Music at the Southfield Church closes its 10th season on Saturday, June 27, 2026 at 7:00 PM with an evening devoted entirely to the solo piano — and to one of the most distinguished pianists to grace the series’ stage. Peter Orth, winner of the Naumburg International Piano Competition and a former collaborator with the Chicago Symphony, the Boston Symphony, the Philadelphia Orchestra, and the New York Philharmonic, performs a program of Mendelssohn, Beethoven, Ravel, and Chopin at the historic Southfield Church, 234 Norfolk Road, Southfield Village, New Marlborough, Massachusetts. Admission is free.
The concert is also a homecoming of a kind. After more than three decades performing and teaching across Europe — and recording an extensive catalog of piano quintet literature with the celebrated German Auryn String Quartet — Orth has recently returned to Pennsylvania, where his musical life began. He brings with him a depth of experience and artistic authority that few pianists of any era can claim.

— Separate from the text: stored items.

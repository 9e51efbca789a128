import { doseAtPointGy } from '../geometry/index.js';
import type { HeterogeneityMethod } from '../physics/index.js';
import { type BeamCheck, cGyFromGy, MM_PER_CM, type DoseGrid, type FractionGroup, type FractionGroupCheck, type Issue, type MachineModel, type Plan, type PlanCheck, type Verdict } from '../model/index.js';
import { isModulated, unsupportedReason } from './beam-support.js';
import { checkElectronBeam } from './check-electron.js';
import { checkModulatedBeam } from './check-modulated.js';
import { beamStub, checkBeam } from './check-beam.js';
import { choosePoint } from './choose-point.js';
import { planningSystemDepths } from './planning-system-depths.js';
import { matchMachine } from './match-machine.js';
import type { PatientCt } from './patient-ct.js';
import type { Policy } from './policy.js';
import { verdictFor, worst } from './verdict.js';

export interface CheckOptions {
  readonly machine: MachineModel;
  readonly policy: Policy;
  /** Plan machine name → beam-data machine name (`--machine-alias`). */
  readonly aliases: ReadonlyMap<string, string>;
  readonly pointPatientMm?: [number, number, number];
  readonly suggestPoint: boolean;
  readonly ct?: PatientCt;
  /** The planning system's RT Dose grids for this plan (any summation type). */
  readonly doseGrids?: readonly DoseGrid[];
  /** How photon doses are corrected for heterogeneity with the CT (default: the TPR ratio). */
  readonly heterogeneity?: HeterogeneityMethod;
}

type Total = PlanCheck['courseTotals'][number];
const key = (p: readonly number[]) => p.map((v) => v.toFixed(1)).join(',');

/**
 * The independent check of one plan: every beam of every fraction group gets a dose or a reason
 * why not, a deviation from the planning system and a verdict; then the totals per point, per
 * fraction and over the course. A deviation beyond a level is a result, never an exception.
 */
export function checkPlan(plan: Plan, file: { path: string; sha256: string }, o: CheckOptions): PlanCheck {
  const issues: Issue[] = [];
  const warnings: string[] = [];
  let machineMatch: PlanCheck['machine'];
  const ctFrame = o.ct?.volume.frameOfReferenceUid;
  if (o.ct && ctFrame !== plan.frameOfReferenceUid) {
    issues.push({ severity: 'error', code: 'inconsistent', file: file.path, path: 'FrameOfReferenceUID',
      message: 'the CT and the plan are in different frames of reference: the CT cannot be this plan\'s', expected: `the plan's ${plan.frameOfReferenceUid ?? '(none)'}`, found: `the CT's ${ctFrame}` });
  }
  const ct = issues.length ? undefined : o.ct;
  const grids = (o.doseGrids ?? []).filter((g) => g.referencedPlanUid === plan.sopInstanceUid || (!g.referencedPlanUid && g.frameOfReferenceUid === plan.frameOfReferenceUid));
  const checkedGroups: FractionGroupCheck[] = plan.fractionGroups.map((g) => {
    const beams = g.beams.map((entry): BeamCheck => {
      const beam = plan.beams.find((b) => b.number === entry.beamNumber)!;
      const stub = beamStub(beam, entry);
      const position = plan.patientSetups.find((s) => s.number === beam.patientSetupNumber)?.position ?? plan.patientSetups[0]?.position;
      const why = unsupportedReason(beam, position, entry.beamMeterset);
      if (why) return { ...stub, reason: why };
      const m = matchMachine(beam.machineName, o.machine, o.aliases);
      if (!m.ok) {
        issues.push({ ...m.issue, beamNumber: beam.number, ...(beam.name ? { beamName: beam.name } : {}), file: file.path });
        return { ...stub, reason: m.issue.message };
      }
      machineMatch ??= { planName: beam.machineName!, dataName: o.machine.name, via: m.via };
      const point = choosePoint(plan, g, entry, beam, o.pointPatientMm);
      if (!point) return { ...stub, reason: 'no calculation point: the plan names none and the beam has no isocenter' };
      if (o.ct && !ct) return { ...stub, reason: 'the CT does not belong to this plan' };
      const r = (beam.radiationType === 'ELECTRON' ? checkElectronBeam : isModulated(beam) ? checkModulatedBeam : checkBeam)({ beam, entry, point, patientPosition: position!, machine: o.machine, policy: o.policy, suggestPoint: o.suggestPoint, ...(ct ? { ct } : {}), ...(o.heterogeneity ? { heterogeneity: o.heterogeneity } : {}), planningSystemDepths: planningSystemDepths(plan, g, entry, beam, point) });
      if (!r.ok) {
        issues.push({ ...r.issue, file: file.path });
        return { ...stub, reason: r.issue.message };
      }
      return r.value;
    });
    const judged = judge(beams, o.policy);
    return { number: g.number, ...(g.fractionsPlanned !== undefined ? { fractionsPlanned: g.fractionsPlanned } : {}), beams: judged, totals: totals(plan, g, judged) };
  });

  const groups = attachDoseGrids(checkedGroups, grids);
  const checked = groups.flatMap((g) => g.beams).filter((b) => b.status === 'checked');
  const notChecked = groups.flatMap((g) => g.beams).filter((b) => b.status !== 'checked');
  let verdict: Verdict = 'within tolerance';
  for (const b of checked) verdict = worst(verdict, b.verdict!);
  if (notChecked.length) {
    verdict = worst(verdict, 'needs review');
    warnings.push(`${notChecked.length} beam(s) not checked: the plan is not fully verified`);
  }
  if (checked.length === 0) warnings.push('no beam of this plan could be checked');
  if (plan.approvalStatus !== 'APPROVED') warnings.push(`the plan's approval status is ${plan.approvalStatus ?? 'not given'}`);
  return {
    file: file.path,
    fileSha256: file.sha256,
    planLabel: plan.label,
    ...(plan.name ? { planName: plan.name } : {}),
    ...(plan.patient.id ? { patientId: plan.patient.id } : {}),
    sopInstanceUid: plan.sopInstanceUid,
    ...(plan.approvalStatus ? { approvalStatus: plan.approvalStatus } : {}),
    ...(machineMatch ? { machine: machineMatch } : {}),
    fractionGroups: groups,
    courseTotals: courseTotals(groups).map((t) => withGrid(t, grids.find((g) => g.summationType === 'PLAN'))),
    verdict,
    fullyVerified: notChecked.length === 0 && issues.length === 0 && checked.length > 0,
    issues,
    warnings,
  };
}

/** Verdicts per beam: a beam giving little to its point is judged on its share of the point's dose. */
function judge(beams: BeamCheck[], policy: Policy): BeamCheck[] {
  // The point's dose is the planning system's doses of the beams checked there (a beam not checked
  // has no point of ours); a smaller total only makes the share larger, so the judging stricter.
  const byPoint = new Map<string, number>();
  for (const b of beams) if (b.status === 'checked' && b.point && b.planningSystemDoseCGy !== undefined) {
    byPoint.set(key(b.point.patientMm), (byPoint.get(key(b.point.patientMm)) ?? 0) + b.planningSystemDoseCGy);
  }
  return beams.map((b) => {
    if (b.status !== 'checked' || !b.calculation || !b.point) return b;
    const reasons: string[] = [];
    let verdict: Verdict;
    let judgedDeviationPercent: number | undefined;
    let judgedOn: BeamCheck['judgedOn'];
    const tps = b.planningSystemDoseCGy;
    const total = byPoint.get(key(b.point.patientMm)) ?? 0;
    if (tps === undefined || !(tps > 0) || b.calculation.doseDeviationPercent === undefined) {
      verdict = 'needs review';
      reasons.push('the plan gives no Beam Dose for this beam, so there is nothing to compare with');
    } else if (total > 0 && tps / total < policy.lowContributionShare) {
      judgedDeviationPercent = (100 * (b.calculation.independentDoseCGy - tps)) / total;
      judgedOn = 'share of the point dose';
      verdict = verdictFor(judgedDeviationPercent, b.tolerancePercent!, b.actionPercent!);
      reasons.push(`the beam gives ${((100 * tps) / total).toFixed(1)} % of the point's dose, so it is judged on its share of the point dose`);
    } else {
      judgedDeviationPercent = b.calculation.doseDeviationPercent;
      judgedOn = 'beam dose';
      verdict = verdictFor(judgedDeviationPercent, b.tolerancePercent!, b.actionPercent!);
    }
    if (!b.point.planningSystemDoseHere) {
      verdict = worst(verdict, 'needs review');
      reasons.push(b.point.source === 'user' ? "the planning system's Beam Dose refers to another point than --point" : 'the plan does not say where its Beam Dose applies');
    }
    if (b.fitness?.flags.length) {
      verdict = worst(verdict, 'needs review');
      reasons.push(`the point is not fit for a point check: ${b.fitness.flags.join('; ')}`);
    }
    const ct = b.calculation.ct;
    if (ct) {
      reasons.push(`CT depths: heterogeneity corrected by ${ct.method ?? 'the TPR ratio'}, CF = ${ct.correctionFactor.toFixed(4)} (homogeneous dose ${ct.homogeneousDoseCGy.toFixed(1)} cGy)`);
      if (ct.ssdDifferenceMm !== undefined && Math.abs(ct.ssdDifferenceMm) > policy.ct.ssdToleranceMm) {
        verdict = worst(verdict, 'needs review');
        reasons.push(`the SSD from the CT (${(ct.ssdAlongAxisMm! / MM_PER_CM).toFixed(1)} cm) differs from the plan's (${(ct.planSsdMm! / MM_PER_CM).toFixed(1)} cm) by ${ct.ssdDifferenceMm.toFixed(1)} mm (tolerance ${policy.ct.ssdToleranceMm} mm): bolus missing, wrong CT or wrong isocenter?`);
      }
    }
    const theirs = b.calculation.planningSystemDepths;
    if (theirs) {
      reasons.push(`the planning system's own depth data: ${[theirs.depthMm !== undefined ? `depth ${theirs.depthMm.toFixed(1)} mm (ours ${signedMm(theirs.depthDifferenceMm)})` : '',
        theirs.equivalentDepthMm !== undefined ? `equivalent depth ${theirs.equivalentDepthMm.toFixed(1)} mm${theirs.equivalentDepthDifferenceMm !== undefined ? ` (ours ${signedMm(theirs.equivalentDepthDifferenceMm)})` : ''}` : '',
        theirs.ssdMm !== undefined ? `SSD ${theirs.ssdMm.toFixed(1)} mm (ours ${signedMm(theirs.ssdDifferenceMm)})` : ''].filter(Boolean).join(', ')}`);
    }
    if (b.calculation.approximations.length) reasons.push(...b.calculation.approximations);
    return { ...b, verdict, verdictReasons: reasons, ...(judgedDeviationPercent !== undefined ? { judgedDeviationPercent } : {}), ...(judgedOn ? { judgedOn } : {}) };
  });
}

const signedMm = (v: number | undefined) => (v === undefined ? '—' : `${v >= 0 ? '+' : ''}${v.toFixed(1)} mm`);

/** Per point of one fraction group: the sum of the checked beams, against the planning system and the prescription. */
function totals(plan: Plan, g: FractionGroup, beams: readonly BeamCheck[]): Total[] {
  const points = new Map<string, BeamCheck[]>();
  for (const b of beams) if (b.point) points.set(key(b.point.patientMm), [...(points.get(key(b.point.patientMm)) ?? []), b]);
  const out: Total[] = [];
  for (const at of points.values()) {
    const checked = at.filter((b) => b.status === 'checked' && b.planningSystemDoseCGy !== undefined);
    if (!checked.length) continue;
    const ind = checked.reduce((s, b) => s + b.calculation!.independentDoseCGy, 0);
    const tps = checked.reduce((s, b) => s + b.planningSystemDoseCGy!, 0);
    const point = at[0]!.point!.patientMm;
    const rx = prescriptionPerFractionCGy(plan, g, point);
    out.push({
      pointPatientMm: point, beams: checked.map((b) => b.beamNumber), independentDoseCGy: ind, planningSystemDoseCGy: tps,
      deviationPercent: (100 * (ind - tps)) / tps,
      ...(rx !== undefined ? { prescriptionPerFractionCGy: rx, independentVsPrescriptionPercent: (100 * (ind - rx)) / rx, planningSystemVsPrescriptionPercent: (100 * (tps - rx)) / rx } : {}),
      // Beams not checked have no point of ours: any of them makes the group's totals incomplete.
      complete: checked.length === at.length && beams.every((b) => b.status === 'checked'),
    });
  }
  return out;
}

/** The fraction group's prescription at a point, per fraction, when its dose reference lies there. */
function prescriptionPerFractionCGy(plan: Plan, g: FractionGroup, point: readonly number[]): number | undefined {
  if (!g.fractionsPlanned) return undefined;
  for (const r of g.doseReferences) {
    const d = plan.doseReferences.find((x) => x.number === r.doseReferenceNumber);
    const gy = r.targetPrescriptionDoseGy ?? d?.targetPrescriptionDoseGy;
    if (d?.pointPatientMm && gy !== undefined && key(d.pointPatientMm) === key(point)) return cGyFromGy(gy) / g.fractionsPlanned;
  }
  if (plan.fractionGroups.length === 1) {
    const d = plan.doseReferences.find((x) => x.pointPatientMm && x.targetPrescriptionDoseGy !== undefined && key(x.pointPatientMm) === key(point));
    if (d) return cGyFromGy(d.targetPrescriptionDoseGy!) / g.fractionsPlanned;
  }
  return undefined;
}

/** Over the course: Σ over fraction groups of fractions × the group's total, per point. */
function courseTotals(groups: readonly FractionGroupCheck[]): Total[] {
  const byPoint = new Map<string, Total>();
  for (const g of groups) {
    const n = g.fractionsPlanned ?? 0;
    for (const t of g.totals) {
      const k = key(t.pointPatientMm);
      const prev = byPoint.get(k);
      const ind = (prev?.independentDoseCGy ?? 0) + n * t.independentDoseCGy;
      const tps = (prev?.planningSystemDoseCGy ?? 0) + n * t.planningSystemDoseCGy;
      byPoint.set(k, { pointPatientMm: t.pointPatientMm, beams: [...(prev?.beams ?? []), ...t.beams], independentDoseCGy: ind, planningSystemDoseCGy: tps,
        deviationPercent: (100 * (ind - tps)) / tps, complete: (prev?.complete ?? true) && t.complete });
    }
  }
  return [...byPoint.values()];
}

/** The grid's dose at a total's point, when the grid is of the matching summation. */
function withGrid<T extends { pointPatientMm: readonly number[] }>(t: T, grid: DoseGrid | undefined): T {
  const gy = grid ? doseAtPointGy(grid, t.pointPatientMm as [number, number, number]) : undefined;
  return gy === undefined ? t : { ...t, doseGridCGy: cGyFromGy(gy), doseGridSummation: grid!.summationType };
}

/** Per-beam grids (BEAM) to their beams, per-fraction grids (FRACTION) to the group totals. */
function attachDoseGrids(groups: readonly FractionGroupCheck[], grids: readonly DoseGrid[]): FractionGroupCheck[] {
  if (!grids.length) return [...groups];
  return groups.map((g) => ({
    ...g,
    beams: g.beams.map((b) => {
      const grid = grids.find((x) => x.summationType === 'BEAM' && x.referencedBeamNumber === b.beamNumber);
      const gy = grid && b.point ? doseAtPointGy(grid, b.point.patientMm) : undefined;
      return gy === undefined ? b : { ...b, doseGridCGy: cGyFromGy(gy) };
    }),
    totals: g.totals.map((t) => withGrid(t, grids.find((x) => x.summationType === 'FRACTION'))),
  }));
}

The recital opens with five of Mendelssohn’s Songs Without Words — short, luminous piano pieces that distill the essence of vocal melody into the instrument’s own voice. Mendelssohn wrote more than forty of them across his lifetime, and in the hands of a pianist of Orth’s sensitivity they are anything but miniatures: each one a complete emotional world in a few minutes of music.
Beethoven’s Waldstein Sonata, Op. 53, follows — one of the towering works of the piano literature. Written in 1804, at the threshold of Beethoven’s heroic middle period, the Waldstein is a work of breathtaking scope and invention. Its opening movement drives forward with almost orchestral force; its slow introduction builds to a radiant Rondo finale that dissolves into shimmering cascades of sound. It is music that tests both the pianist and the piano.
After intermission, Ravel’s Le Tombeau de Couperin offers a striking shift in palette — and a quietly devastating one. Written between 1914 and 1917, each of its six movements is dedicated to a friend of Ravel’s who died in the First World War. The music looks backward in form, drawing on the Baroque suite, while grieving something entirely of its own moment. In its restraint and crystalline precision, it is among the most moving anti-monuments in the repertoire.
The recital closes with two late Chopin works: the Nocturne in E-flat Major and the Ballade No. 4 in F minor — the last and most complex of the four Ballades, widely considered one of the greatest works ever written for the piano. Its long, arching trajectory from lyrical calm to devastating conclusion has few equals in the literature. It is a fitting close to a season — and to a decade.
Peter Orth began his musical life in suburban Philadelphia and pursued his studies at The Juilliard School on full scholarship under the legendary Russian-American pedagogue Adele Marcus. Rudolf Serkin subsequently invited him to the Marlboro Festival and to his newly-formed Institute for Young Performing Musicians in Vermont.
In 1979, Orth won First Prize in the Naumburg International Piano Competition — given that year in memory of the great American pianist William Kapell — launching a career that brought him to Carnegie Hall, Alice Tully Hall, Zankel Hall, and the stages of major orchestras across the country. He performed under Zubin Mehta, Leonard Slatkin, Herbert Blomstedt, and Kiril Kondrashin, among others. Following his Carnegie Hall orchestral debut, Peter G. Davis wrote in New York Magazine that “Orth is a major talent.” He was subsequently awarded the Shura Cherkassky Prize by the 92nd Street Y.
In the late 1980s, Orth encountered French pianist Paul Doguereau — who had known Maurice Ravel personally and had studied with the great Egon Petri, himself a pupil of Busoni, as well as with Emil von Sauer and Ignace Paderewski. Their work together revolutionized his approach to the keyboard. Around the same time, the legendary Romanian conductor Sergiu Celibidache invited him to his master classes in Mainz, Germany.
In 1991, Orth met the Auryn String Quartet at the Kuhmo Festival in Finland, beginning an artistic partnership that would eventually bring him to Germany, where he was Professor at the Detmold Hochschule fur Musik and recorded much of the piano quintet literature with the quartet. His recording of Beethoven’s Diabelli Variations for the Challenge label received the Classic Central Golden Label Award.
Peter Orth and his husband, British violist Stewart Eaton of the Auryn Quartet, have recently returned to Pennsylvania to make their permanent home.
Concerts are free. A retiring offering is collected as patrons exit, and an ice cream social on the lawn — weather permitting — follows each performance. The Southfield Church is located at 234 Norfolk Road in Southfield Village, New Marlborough, Massachusetts.